**YOUR OBJECTIVE:**
All lines from the one that mentions "const total = (key: 'replicateCount'" through the last of the entries below must be copied exactly, with both ends kept.

┌─ RECORDS

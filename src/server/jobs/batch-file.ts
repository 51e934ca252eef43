/** Where a job's batches are stored, each with a checksum kept in the database. */
import { writeFile } from 'node:fs/promises';
import { encodeBatch, readBatchFile, sha256Hex, type BatchContent } from '@/archives/batch-file.ts';
import { jobFile, writeDurably } from './job-folder.ts';

export type { BatchContent };

/** Stores a batch durably under `name` in the job's folder; answers its SHA-256. */
export async function storeBatch(options: { jobId: string; name: string; content: BatchContent }): Promise<string> {
  const bytes = encodeBatch(options.content);
  await writeDurably(jobFile(options.jobId, options.name), (temporary) => writeFile(temporary, bytes));
  return sha256Hex(bytes);
}

/** The stored batch, or null when the file is missing or is not the one whose SHA-256 was recorded. */
export const loadBatch = (options: {
  jobId: string;
  name: string;
  sha256: string | null;
}): Promise<BatchContent | null> => readBatchFile(jobFile(options.jobId, options.name), options.sha256);
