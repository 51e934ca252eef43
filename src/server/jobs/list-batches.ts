/** The plan of a job as a strip of cells: neighbouring batches grouped, each cell as far as its slowest batch. */
import { Batch } from '@db/models/jobs.ts';
import { batchCellStates } from '@/contracts/jobs.ts';
import { accept, type Result } from '@/domain/refusals.ts';
import type { Actor } from '@/domain/teams/actor.ts';
import { authorise } from '../teams/authorise.ts';
import { batchesOut } from './batches-out.ts';
import { findJob } from './find-job.ts';

type CellState = (typeof batchCellStates)[number];

export interface BatchCell {
  firstReplicate: number;
  replicates: number;
  state: CellState;
  batches: number;
  events: number;
  seconds: number;
}

export async function listBatches(options: {
  actor: Actor;
  team: string;
  job: string;
  cells: number;
}): Promise<Result<{ batches: number; cells: BatchCell[] }>> {
  const authorised = await authorise({ actor: options.actor, team: options.team, permission: 'jobs:read' });
  if (!authorised.ok) return authorised;
  const found = await findJob({ teamId: authorised.value.team.id, job: options.job });
  if (!found.ok) return found;
  const rows = await Batch.findAll({
    where: { jobId: found.value.id },
    attributes: ['id', 'firstReplicate', 'replicateCount', 'state', 'events', 'seconds'],
    order: [['ordinal', 'ASC']],
    raw: true,
  });
  const out = batchesOut(found.value.id);
  const perCell = Math.max(1, Math.ceil(rows.length / options.cells));
  const cells: BatchCell[] = [];
  for (let start = 0; start < rows.length; start += perCell)
    cells.push(cellOf(rows.slice(start, start + perCell), out));
  return accept({ batches: rows.length, cells });
}

function cellOf(
  rows: Pick<Batch, 'id' | 'firstReplicate' | 'replicateCount' | 'state' | 'events' | 'seconds'>[],
  out: ReadonlySet<string>,
): BatchCell {
  const states = rows.map(({ id, state }): CellState => {
    if (state === 'planned') return out.has(id) ? 'running' : 'waiting';
    return state === 'done' ? 'computed' : state === 'joined' ? 'delivered' : 'discarded';
  });
  const total = (key: 'replicateCount' | 'events' | 'seconds') => rows.reduce((sum, row) => sum + row[key], 0);
  return {
    firstReplicate: rows[0]!.firstReplicate,
    replicates: total('replicateCount'),
    state: states.includes('running') ? 'running' : batchCellStates.find((state) => states.includes(state))!,
    batches: rows.length,
    events: total('events'),
    seconds: Math.round(total('seconds') * 1000) / 1000,
  };
}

└─

**SOLUTION:**
  const total = (key: 'replicateCount' | 'events' | 'seconds') => rows.reduce((sum, row) => sum + row[key], 0);
  return {
    firstReplicate: rows[0]!.firstReplicate,
    replicates: total('replicateCount'),
    state: states.includes('running') ? 'running' : batchCellStates.find((state) => states.includes(state))!,
    batches: rows.length,
    events: total('events'),
    seconds: Math.round(total('seconds') * 1000) / 1000,
  };
}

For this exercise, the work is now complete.